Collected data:
Start of Block

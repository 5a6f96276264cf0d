/**
 * Parametric bootstrap and the GNO front ends. Outside references: the Monte Carlo p-value of a correctly
 * specified bootstrap is (close to) uniform under the null (Stute et al. 1993; exact for B = 39 when the
 * statistic's law does not depend on the parameters, as for the normal with location-scale fits — Lilliefors
 * 1967); the binomial bands below are 99.9% bands of Binomial(N, 0.1) (computed with jstat-free arithmetic
 * in the test). Simulations are seeded, so the tests are deterministic.
 */
import { DEFAULT_SEED, gnoLaw, runBootstrap, startBootstrap, startGnoBootstrap, testGnoFitted, testGnoSpecified, gofStatistics, type BootstrapModel } from "../../../src/core/gof";
import { sample, cdf, type GnoParams } from "../../../src/core/gno";
import { fitGnoCached } from "../../../src/core/fit";

function binomialBand(n: number, p: number, tail: number): [number, number] {
  const pmf: number[] = [];
  let logC = 0;
  for (let k = 0; k <= n; k++) {
    if (k > 0) logC += Math.log((n - k + 1) / k);
    pmf.push(Math.exp(logC + k * Math.log(p) + (n - k) * Math.log1p(-p)));
  }
  let lo = 0;
  let acc = 0;
  while (acc + pmf[lo] < tail / 2) acc += pmf[lo++];
  let hi = n;
  acc = 0;
  while (acc + pmf[hi] < tail / 2) acc += pmf[hi--];
  return [lo, hi];
}

const normalModel: BootstrapModel<GnoParams> = {
  fit(x) {
    let m = 0;
    for (const v of x) m += v / x.length;
    let ss = 0;
    for (const v of x) ss += (v - m) ** 2;
    return { location: m, scale: Math.sqrt(ss / x.length), shape: 0 };
  },
  law: gnoLaw,
  simulate: sample,
};

describe("parametric bootstrap", () => {
  test("p-values are uniform under the null: 100 normal datasets × 39 resamples, n = 100", () => {
    const datasets = 100;
    const [lo, hi] = binomialBand(datasets, 0.1, 0.001);
    let ksSmall = 0;
    let adSmall = 0;
    for (let i = 0; i < datasets; i++) {
      const x = sample({ location: 0.0003, scale: 0.011, shape: 0 }, 100, 1000 + i);
      const r = runBootstrap(x, normalModel, normalModel.fit(x, { location: 0, scale: 1, shape: 0 })!, { resamples: 39, seed: 77 + i });
      if (r.ksPValue <= 0.1) ksSmall++;
      if (r.adPValue <= 0.1) adSmall++;
    }
    const msg = `KS ${ksSmall}, AD ${adSmall} of ${datasets} with p ≤ 0.1; 99.9% band [${lo}, ${hi}]`;
    if (!(ksSmall >= lo && ksSmall <= hi && adSmall >= lo && adSmall <= hi)) throw new Error(msg);
  });

  test("GNO fitted by MLE: p-values roughly uniform under the null (40 datasets × 39 resamples, n = 100, k = −0.3)", () => {
    const datasets = 40;
    const [lo, hi] = binomialBand(datasets, 0.1, 0.001);
    let ksSmall = 0;
    let adSmall = 0;
    for (let i = 0; i < datasets; i++) {
      const x = sample({ location: 0.001, scale: 0.01, shape: -0.3 }, 100, 5000 + i);
      const r = testGnoFitted(x, { resamples: 39, seed: 900 + i });
      if (r.ksPValue <= 0.1) ksSmall++;
      if (r.adPValue <= 0.1) adSmall++;
    }
    const msg = `KS ${ksSmall}, AD ${adSmall} of ${datasets} with p ≤ 0.1; 99.9% band [${lo}, ${hi}]`;
    if (!(ksSmall >= lo && ksSmall <= hi && adSmall >= lo && adSmall <= hi)) throw new Error(msg);
  });

  test("has power: a Student t(3)-like sample (ratio of normal draws) is rejected by AD as GNO at n = 800", () => {
    const z = sample({ location: 0, scale: 1, shape: 0 }, 3200, 42);
    const x = new Float64Array(800);
    for (let i = 0; i < 800; i++) x[i] = (0.01 * z[4 * i]) / Math.sqrt((z[4 * i + 1] ** 2 + z[4 * i + 2] ** 2 + z[4 * i + 3] ** 2) / 3);
    const r = testGnoFitted(x, { resamples: 39, seed: 3 });
    expect(r.adPValue).toBeLessThanOrEqual(0.05);
  });

  test("same seed → same result; chunking does not change the answer", () => {
    const x = sample({ location: 0, scale: 1, shape: 0.2 }, 60, 8);
    const a = testGnoFitted(x, { resamples: 29, seed: 5 });
    const b = startGnoBootstrap(x, { resamples: 29, seed: 5 });
    const seen: number[] = [];
    while (!b.run.progress.done) seen.push(b.run.step(4).completed);
    expect(seen).toEqual([4, 8, 12, 16, 20, 24, 28, 29]);
    expect(b.result()).toEqual(a);
    expect(a.seed).toBe(5);
    expect(testGnoFitted(x, { resamples: 29 }).seed).toBe(DEFAULT_SEED);
    expect(a.usedResamples + a.failedRefits).toBe(29);
    expect(a.fitMethod).toBe("mle");
    // The Monte Carlo p-value (1 + #{T* ≥ T})/(B + 1) lives on the grid 1/(B+1), 2/(B+1), …, 1 (Davison & Hinkley
    // 1997, Bootstrap Methods and their Application, eq. 4.11; North, Curtis & Sham 2002, Am. J. Hum. Genet. 71:439).
    for (const p of [a.ksPValue, a.adPValue]) {
      const steps = p * (a.usedResamples + 1);
      expect({ p, onGrid: Math.abs(steps - Math.round(steps)) < 1e-9 }).toEqual({ p, onGrid: true });
    }
    expect(a.ksPValue).toBeGreaterThanOrEqual(1 / 30);
    expect(a.ksPValue).toBeLessThanOrEqual(1);
  });

  test("work is bounded: when refits keep failing the run stops early and reports no p-values", () => {
    const x = sample({ location: 0, scale: 1, shape: 0 }, 40, 9);
    let fits = 0;
    const failing: BootstrapModel<GnoParams> = { ...normalModel, fit: () => (fits++, null) };
    const out = runBootstrap(x, failing, { location: 0, scale: 1, shape: 0 }, { resamples: 199, seed: 1 });
    // limit: more than max(10, 20% of 199 = 40) failures
    expect(fits).toBe(41);
    expect(out.stoppedEarly).toBe(true);
    expect(out.used).toBe(0);
    expect(Number.isNaN(out.ksPValue) && Number.isNaN(out.adPValue)).toBe(true);
  });

  test("progress is reported through the run until done", () => {
    const x = sample({ location: 0, scale: 1, shape: 0 }, 40, 9);
    const run = startBootstrap(x, normalModel, normalModel.fit(x, { location: 0, scale: 1, shape: 0 })!, { resamples: 25, seed: 1 });
    expect(run.progress).toEqual({ completed: 0, total: 25, done: false });
    const calls: number[] = [];
    runBootstrap(x, normalModel, { location: 0, scale: 1, shape: 0 }, { resamples: 25, seed: 1 }, (p) => calls.push(p.completed), 10);
    expect(calls).toEqual([10, 20, 25]);
  });
});

describe("fully specified GNO law", () => {
  test("exact p-values are uniform under the null: 300 datasets, n = 50, fraction with p ≤ 0.1 in the 99.9% band", () => {
    const p = { location: 0.001, scale: 0.01, shape: 0.25 };
    const [lo, hi] = binomialBand(300, 0.1, 0.001);
    let ks = 0;
    let ad = 0;
    for (let i = 0; i < 300; i++) {
      const r = testGnoSpecified(sample(p, 50, 30000 + i), p);
      if (r.ksPValue <= 0.1) ks++;
      if (r.adPValue <= 0.1) ad++;
      expect(r.method).toBe("exact");
    }
    if (!(ks >= lo && ks <= hi && ad >= lo && ad <= hi)) throw new Error(`KS ${ks}, AD ${ad} of 300; band [${lo}, ${hi}]`);
  });

  test("data beyond the upper edge: A² = +Infinity, AD p = 0, the count of outside points is reported", () => {
    const p = { location: 0, scale: 1, shape: 0.5 }; // upper edge at 2
    const x = [...sample(p, 30, 4), 2.5, 3];
    const r = testGnoSpecified(x, p);
    expect(r.adStatistic).toBe(Infinity);
    expect(r.adPValue).toBe(0);
    expect(r.outsideSupport).toBe(2);
    expect(r.ksStatistic).toBeGreaterThan(0);
  });

  test("KS D equals the brute-force supremum of |F_n − F| just before and at each observation", () => {
    const p = { location: 0.002, scale: 0.012, shape: -0.4 };
    const x = Array.from(sample(p, 37, 12));
    const s = gofStatistics(x, gnoLaw(p));
    let sup = 0;
    for (const v of x) {
      const at = x.filter((w) => w <= v).length / x.length;
      const before = x.filter((w) => w < v).length / x.length;
      sup = Math.max(sup, Math.abs(at - cdf(v, p)), Math.abs(before - cdf(v, p)));
    }
    expect(Math.abs(s.ks.d - sup)).toBeLessThanOrEqual(1e-15);
  });

  test("bootstrap reuses the cached MLE fit of the same numbers", () => {
    const x = sample({ location: 0, scale: 1, shape: 0.1 }, 50, 2);
    const b = startGnoBootstrap(x, { resamples: 19 });
    expect(b.fit).toBe(fitGnoCached(x, "mle"));
  });
});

End of Block

** Requirement **
Check how many lines in the entries contain "Carlo", and reply with that number alone.

** Written solution **
2